Name: Aviram Uri
Title: Pappalardo Fellow in Physics, 2021-2024
Email: aviramu@mit.edu
Phone: (857) 707-8045
Office: MIT Department of Physics
77 Massachusetts Avenue, 13-2037
Cambridge, MA 02139

Related Links:
Pappalardo Fellowships in Physics


Area of Physics

Experimental Condensed Matter Physics

Research Interests

During his MSc Aviram Uri has developed a novel multi-terminal scanning SQUID-on-tip (SOT) for nanoscale magnetic imaging. In his PhD he used a scanning SOT to directly image the electric current flow in quantum Hall edge-states in graphene for the first time, resolving individual edge channels as well as their internal structure, revealing counter-flowing currents heretofore unobserved. Aviram then moved to the recently discovered magic angle twisted bilayer graphene – two graphene sheets stacked slightly rotated by the so-called ‘magic angle’ of ~1.1˚. He mapped the local twist angle variations with extreme precision and resolution for the first time.
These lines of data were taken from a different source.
/**
 * Krippendorff's alpha by the coincidence-matrix method of Krippendorff, "Computing
 * Krippendorff's Alpha-Reliability" (2011): any number of coders, missing values allowed.
 */

import { defined, undefinedBecause, type Coefficient, type Label } from './coefficient.js';

export type AlphaLevel = 'nominal' | 'interval';

export interface AlphaResult extends Coefficient {
  /** Pairable values n.. : values in units that hold at least two of them. */
  pairableValues: number;
  /** Units with at least two values (the others are dropped: they cannot be paired). */
  pairableUnits: number;
  /** D_o and D_e as the paper defines them (null when there is nothing to pair). */
  observedDisagreement: number | null;
  expectedDisagreement: number | null;
}

/**
 * alpha = 1 - D_o / D_e for a reliability data matrix `data[coder][unit]` (null = missing).
 *
 * For each unit u holding m_u >= 2 values, every ordered pair of values from different coders
 * adds 1 / (m_u - 1) to the coincidence o_ck; n_c are the row sums and n.. their total. Then
 *   D_o = (1 / n..) sum_c sum_k o_ck delta_ck
 *   D_e = (1 / (n.. (n.. - 1))) sum_c sum_k n_c n_k delta_ck
 * with delta = [c != k] for nominal data and (c - k)^2 for interval data.
 * Undefined (null) when no unit is pairable or when every pairable value is the same (D_e = 0).
 */
export function krippendorffAlpha(data: readonly (readonly (Label | null)[])[], level: AlphaLevel = 'nominal'): AlphaResult {
  const nUnits = data.length > 0 ? data[0]!.length : 0;
  for (const row of data) {
    if (row.length !== nUnits) throw new RangeError('every coder row of the reliability data must have one entry per unit');
  }
  // Values are indexed once so that the coincidence matrix is a small dense array.
  const index = new Map<Label, number>();
  const values: Label[] = [];
  const units: number[][] = [];
  for (let u = 0; u < nUnits; u++) {
    const here: number[] = [];
    for (const row of data) {
      const v = row[u];
      if (v === null || v === undefined) continue;
      if (level === 'interval' && (typeof v !== 'number' || !Number.isFinite(v))) {
        throw new RangeError(`interval alpha needs finite numbers; got ${JSON.stringify(v)}`);
      }
      let k = index.get(v);
      if (k === undefined) {
        k = values.length;
        index.set(v, k);
        values.push(v);
      }
      here.push(k);
    }
    if (here.length >= 2) units.push(here);
  }
  const none = { pairableValues: 0, pairableUnits: 0, observedDisagreement: null, expectedDisagreement: null };
  if (units.length === 0) return { ...undefinedBecause('no unit was coded by two or more coders'), ...none };

  const V = values.length;
  const o = new Float64Array(V * V);
  for (const here of units) {
    const w = 1 / (here.length - 1);
    const counts = new Map<number, number>();
    for (const k of here) counts.set(k, (counts.get(k) ?? 0) + 1);
    // Ordered pairs of distinct coders: c with k (c != k) count n_c n_k; c with c count n_c (n_c - 1).
    for (const [c, nc] of counts) {
      for (const [k, nk] of counts) o[c * V + k] += w * (c === k ? nc * (nc - 1) : nc * nk);
    }
  }
  const nc = new Float64Array(V);
  let n = 0;
  for (let c = 0; c < V; c++) {
    for (let k = 0; k < V; k++) nc[c] += o[c * V + k]!;
    n += nc[c]!;
  }
  const delta = (c: number, k: number): number => {
    if (c === k) return 0;
    if (level === 'nominal') return 1;
    const d = (values[c] as number) - (values[k] as number);
    return d * d;
  };
  let observedSum = 0;
  let expectedSum = 0;
  for (let c = 0; c < V; c++) {
    for (let k = 0; k < V; k++) {
      const d = delta(c, k);
      if (d === 0) continue;
      observedSum += o[c * V + k]! * d;
      expectedSum += nc[c]! * nc[k]! * d;
    }
  }
  const pairable = Math.round(n); // n.. is a count; the 1/(m_u - 1) weights only make it look fractional
  const counts = { pairableValues: pairable, pairableUnits: units.length };
  const Do = observedSum / n;
  const De = expectedSum / (n * (n - 1));
  if (expectedSum === 0) {
    return {
      ...undefinedBecause('every pairable value is the same, so no disagreement is expected by chance'),
      ...counts,
      observedDisagreement: Do,
      expectedDisagreement: 0,
    };
  }
  return { ...defined(1 - Do / De), ...counts, observedDisagreement: Do, expectedDisagreement: De };
}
Aviram’s current research is focused on novel twisted two-dimensional systems that hold promise for highly-tunable strongly-correlated systems harboring extremely rich physics.

Biographical Sketch

Aviram was born and raised in Israel. In high school he majored in physics and music, playing classical and Jazz guitar. After his army service, Aviram received his BSc in physics, summa cum laude, from the Tel-Aviv University, given full-scholarship through an excellence program. He then moved to the Weizmann Institute of Science, where he studied for his MSc and PhD under the supervision of Prof. Eli Zeldov. Aviram is married to Gal and has three young daughters – Erelle, Aviv, and Imri.

Selected Publications

  • A. Uri, S. Grover, Y. Cao, J. A. Crosse, K. Bagani, D. Rodan-Legrain, Y. Myasoedov, K. Watanabe, T. Taniguchi, P. Moon, M. Koshino, P. Jarillo-Herrero, and E. Zeldov, ”Mapping the twist-angle disorder and Landau levels in magic-angle graphene”, Nature 581, 47–52 (2020).
  • A. Uri, Y. Kim, K. Bagani, C. K. Lewandowski, S. Grover, N. Auerbach, E. O. Lachman, Y. Myasoedov, T. Taniguchi, K. Watanabe, J. Smet, and E. Zeldov, ”Nanoscale imaging of equilibrium quantum Hall edge currents and of the magnetic monopole response in graphene”, Nat. Phys. (2019).
  • D. Halbertal, M. B. Shalom, A. Uri, K. Bagani, A. Y. Meltzer, I. Marcus, Y. Myasoedov, J. Birkbeck, L. S. Levitov, A. K. Geim, and E. Zeldov, ”Imaging resonant dissipation from individual atomic defects in graphene”, Science 358, (2017).
  • D. Halbertal, J. Cuppens, M. Ben Shalom, L. Embon, N. Shadmi, Y. Anahory, H. R. Naren, J. Sarkar, A. Uri, Y. Ronen, Y. Myasoedov, L. S. Levitov, E. Joselevich, A. K. Geim, and E. Zeldov, ”Nanoscale thermal imaging of dissipation in quantum systems”, Nature 539, 407–410 (2016).
  • A. Uri, A. Y. Meltzer, Y. Anahory, L. Embon, E. O. Lachman, D. Halbertal, N. Hr, Y. Myasoedov, M. E. Huber, A. F. Young, and E. Zeldov, ”Electrically Tunable Multiterminal SQUID-on-Tip”, Nano Lett. 16, (2016).